*** ENTRIES PROVIDED ***

/**
 * Field 25, Account Identification (35x), and its option 25P (account, then the BIC of the
 * account owner on a second line). Banks write an IBAN (sometimes with spaces), a plain
 * account number, `BIC/ACCOUNT`, or `BANKCODE/ACCOUNT`. IBANs lose their spaces; a leading
 * BIC or numeric bank code before the first slash becomes the servicer.
 */
import type { StatementAccount } from '../types';

const BIC = /^[A-Z]{6}[A-Z0-9]{2}([A-Z0-9]{3})?$/;
const IBAN_SHAPE = /^[A-Z]{2}\d{2}[A-Z0-9]{11,30}$/;

/**
 * True when `text` (spaces removed, upper case) has the ISO 13616 IBAN shape and its check
 * digits pass the mod-97 test.
 * @example isValidIban('GB82WEST12345698765432') // true
 */
export function isValidIban(text: string): boolean {
  if (!IBAN_SHAPE.test(text)) return false;
  const rearranged = text.slice(4) + text.slice(0, 4);
  let remainder = 0;
  for (const ch of rearranged) {
    const digits = /\d/.test(ch) ? ch : String(ch.charCodeAt(0) - 55);
    for (const d of digits) remainder = (remainder * 10 + Number(d)) % 97;
  }
  return remainder === 1;
}

/** Account identification as read, with notices about its shape. */
export interface AccountIdentification {
  readonly account: StatementAccount;
  readonly notices: readonly string[];
}

function normaliseIdentifier(text: string, notices: string[]): string {
  const compact = text.replace(/\s+/g, '');
  if (IBAN_SHAPE.test(compact.toUpperCase())) {
    const iban = compact.toUpperCase();
    if (!isValidIban(iban)) notices.push(`"${text}" looks like an IBAN but its check digits fail (ISO 13616 mod 97)`);
    return iban;
  }
  return text.trim();
}

/**
 * Reads field 25 / 25P (lines with the tag removed).
 * @example parseAccountIdentification(['DE89 3704 0044 0532 0130 00']).account // { identifier: 'DE89370400440532013000' }
 * @example parseAccountIdentification(['ABCDDEFFXXX/DE89370400440532013000']).account // { identifier: 'DE89370400440532013000', servicer: 'ABCDDEFFXXX' }
 */
export function parseAccountIdentification(lines: readonly string[]): AccountIdentification {
  const notices: string[] = [];
  const first = (lines[0] ?? '').trim().replace(/^\//, '');
  const second = lines[1]?.trim();
  let servicer: string | undefined = second !== undefined && BIC.test(second) ? second : undefined;
  let identifierText = first;
  const slash = first.indexOf('/');
  if (slash > 0 && slash < first.length - 1) {
    const head = first.slice(0, slash).trim();
    if (BIC.test(head) || /^\d{3,11}$/.test(head)) {
      servicer = servicer ?? head;
      identifierText = first.slice(slash + 1);
    }
  }
  const identifier = normaliseIdentifier(identifierText, notices);
  return {
    account: { ...(identifier !== '' ? { identifier } : {}), ...(servicer !== undefined ? { servicer } : {}) },
    notices,
  };
}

***

▶ _ABOUT THIS EXERCISE_
An exact transcription of all the entries is needed.

▶ _ANSWER SPACE_
/**
 * Field 25, Account Identification (35x), and its option 25P (account, then the BIC of the
 * account owner on a second line). Banks write an IBAN (sometimes with spaces), a plain
 * account number, `BIC/ACCOUNT`, or `BANKCODE/ACCOUNT`. IBANs lose their spaces; a leading
 * BIC or numeric bank code before the first slash becomes the servicer.
 */
import type { StatementAccount } from '../types';

const BIC = /^[A-Z]{6}[A-Z0-9]{2}([A-Z0-9]{3})?$/;
const IBAN_SHAPE = /^[A-Z]{2}\d{2}[A-Z0-9]{11,30}$/;

/**
 * True when `text` (spaces removed, upper case) has the ISO 13616 IBAN shape and its check
 * digits pass the mod-97 test.
 * @example isValidIban('GB82WEST12345698765432') // true
 */
export function isValidIban(text: string): boolean {
  if (!IBAN_SHAPE.test(text)) return false;
  const rearranged = text.slice(4) + text.slice(0, 4);
  let remainder = 0;
  for (const ch of rearranged) {
    const digits = /\d/.test(ch) ? ch : String(ch.charCodeAt(0) - 55);
    for (const d of digits) remainder = (remainder * 10 + Number(d)) % 97;
  }
  return remainder === 1;
}

/** Account identification as read, with notices about its shape. */
export interface AccountIdentification {
  readonly account: StatementAccount;
  readonly notices: readonly string[];
}

function normaliseIdentifier(text: string, notices: string[]): string {
  const compact = text.replace(/\s+/g, '');
  if (IBAN_SHAPE.test(compact.toUpperCase())) {
    const iban = compact.toUpperCase();
    if (!isValidIban(iban)) notices.push(`"${text}" looks like an IBAN but its check digits fail (ISO 13616 mod 97)`);
    return iban;
  }
  return text.trim();
}

/**
 * Reads field 25 / 25P (lines with the tag removed).
 * @example parseAccountIdentification(['DE89 3704 0044 0532 0130 00']).account // { identifier: 'DE89370400440532013000' }
 * @example parseAccountIdentification(['ABCDDEFFXXX/DE89370400440532013000']).account // { identifier: 'DE89370400440532013000', servicer: 'ABCDDEFFXXX' }
 */
export function parseAccountIdentification(lines: readonly string[]): AccountIdentification {
  const notices: string[] = [];
  const first = (lines[0] ?? '').trim().replace(/^\//, '');
  const second = lines[1]?.trim();
  let servicer: string | undefined = second !== undefined && BIC.test(second) ? second : undefined;
  let identifierText = first;
  const slash = first.indexOf('/');
  if (slash > 0 && slash < first.length - 1) {
    const head = first.slice(0, slash).trim();
    if (BIC.test(head) || /^\d{3,11}$/.test(head)) {
      servicer = servicer ?? head;
      identifierText = first.slice(slash + 1);
    }
  }
  const identifier = normaliseIdentifier(identifierText, notices);
  return {
    account: { ...(identifier !== '' ? { identifier } : {}), ...(servicer !== undefined ? { servicer } : {}) },
    notices,
  };
}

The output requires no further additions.